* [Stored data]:
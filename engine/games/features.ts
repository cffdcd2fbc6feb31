/** Lasting features of a position: what a move can change for good, and what one asks for the origin of. */
import type { ReadingValues } from '../explain';
import { squareName } from '../board';
import { capital, name, possessive } from '../explain';
import { opponent, SIDES, type Side, type SquareName } from '../types';

/** Kinds of lasting features. */
export const FEATURE_KINDS = [
  'structure',
  'weak-square',
  'outpost',
  'open-file',
  'half-open-file',
  'bishop-pair',
  'passed-pawn',
  'isolated-pawn',
  'backward-pawn',
  'doubled-pawn',
  'weak-complex',
  'ram',
] as const;
export type FeatureKind = (typeof FEATURE_KINDS)[number];

/** One feature. Its key names it among all others. */
export interface Feature {
  readonly key: string;
  readonly kind: FeatureKind;
  /** Whose it is: who suffers from a weakness, who has the rest; null for both. */
  readonly side: Side | null;
  readonly squares: readonly SquareName[];
  /** As a claim: 'c6 is weak for Black for good'. */
  readonly claim: string;
  /** As a claim about its end: 'c6 is weak for Black no longer'. */
  readonly end: string;
}

const FILES = 'abcdefgh';

/** All features of a position, by their keys. */
export function featuresOf(values: ReadingValues): ReadonlyMap<string, Feature> {
  const found = new Map<string, Feature>();
  const add = (
    kind: FeatureKind,
    side: Side | null,
    where: string,
    squares: SquareName[],
    claim: string,
    end: string,
  ) => {
    const key = [kind, side ?? 'both', where].join(' ');
    found.set(key, { key, kind, side, squares, claim: capital(claim), end: capital(end) });
  };
  const { structure, weakSquares, outposts, files, pawns, complexes } = values;
  if (structure)
    add(
      'structure',
      structure.side,
      structure.id,
      [],
      `the structure is ${structure.name}`,
      `the structure is ${structure.name} no longer`,
    );
  for (const { square, side, hold, matters } of weakSquares) {
    if (!matters || hold !== 'permanent') continue;
    const at = squareName(square);
    add(
      'weak-square',
      side,
      at,
      [at],
      `${at} is weak for ${name(side)} for good`,
      `${at} is weak for ${name(side)} no longer`,
    );
  }
  for (const { square, side, rank, hold, support } of outposts) {
    if (rank !== 'outpost' || hold === 'open' || support?.moves !== 0) continue;
    const at = squareName(square);
    add(
      'outpost',
      side,
      at,
      [at],
      `${at} is an outpost of ${possessive(side)}`,
      `${at} is an outpost of ${possessive(side)} no longer`,
    );
  }
  for (const { file, status, halfOpenFor } of files) {
    const letter = FILES.charAt(file);
    if (status === 'open')
      add('open-file', null, letter, [], `the ${letter}-file is open`, `the ${letter}-file is open no longer`);
    if (status === 'half-open' && halfOpenFor)
      add(
        'half-open-file',
        halfOpenFor,
        letter,
        [],
        `the ${letter}-file is half-open for ${name(halfOpenFor)}`,
        `the ${letter}-file is half-open for ${name(halfOpenFor)} no longer`,
      );
  }
  for (const side of SIDES) {
    if (bishopsOf(values, side) === 2 && bishopsOf(values, opponent(side)) < 2)
      add(
        'bishop-pair',
        side,
        '',
        [],
        `${name(side)} alone has both bishops`,
        `${name(side)} alone has both bishops no longer`,
      );
    const { passed, isolated, backward, doubled } = pawns[side];
    const lists = {
      'passed-pawn': passed,
      'isolated-pawn': isolated,
      'backward-pawn': backward,
      'doubled-pawn': doubled,
    };
    for (const [kind, squares] of Object.entries(lists)) {
      const trait = kind.slice(0, -'-pawn'.length);
      for (const square of squares) {
        const at = squareName(square);
        const pawn = `the ${side} pawn on ${at} is`;
        add(kind as FeatureKind, side, at, [at], `${pawn} ${trait}`, `${pawn} ${trait} no longer`);
      }
    }
  }
  for (const { side, colour } of complexes) {
    const where = `${possessive(side)} ${colour} squares`;
    add('weak-complex', side, colour, [], `${where} are weak together`, `${where} are weak together no longer`);
  }
  for (const { white, black } of pawns.rams) {
    const pair = [squareName(white), squareName(black)];
    const says = `the pawns on ${pair[0]} and ${pair[1]} stand head to head`;
    add('ram', null, pair.join('-'), pair, says, `${says} no longer`);
  }
  return found;
}

function bishopsOf({ map }: ReadingValues, side: Side): number {
  const code = side === 'white' ? 3 : 11;
  let count = 0;
  for (let square = 0; square < 64; square++) if (map.board[square] === code) count++;
  return count;
}
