export * from './pgn';
export * from './pgn-stream';
export * from './replay';
export * from './compact';
export * from './commitments';
export * from './journeys';
export * from './read-game';
export * from './write-pgn';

* [About this exercise]: With "continue" as the string to look for, count the matching lines above and give the number by itself.

* [Written answer]: 2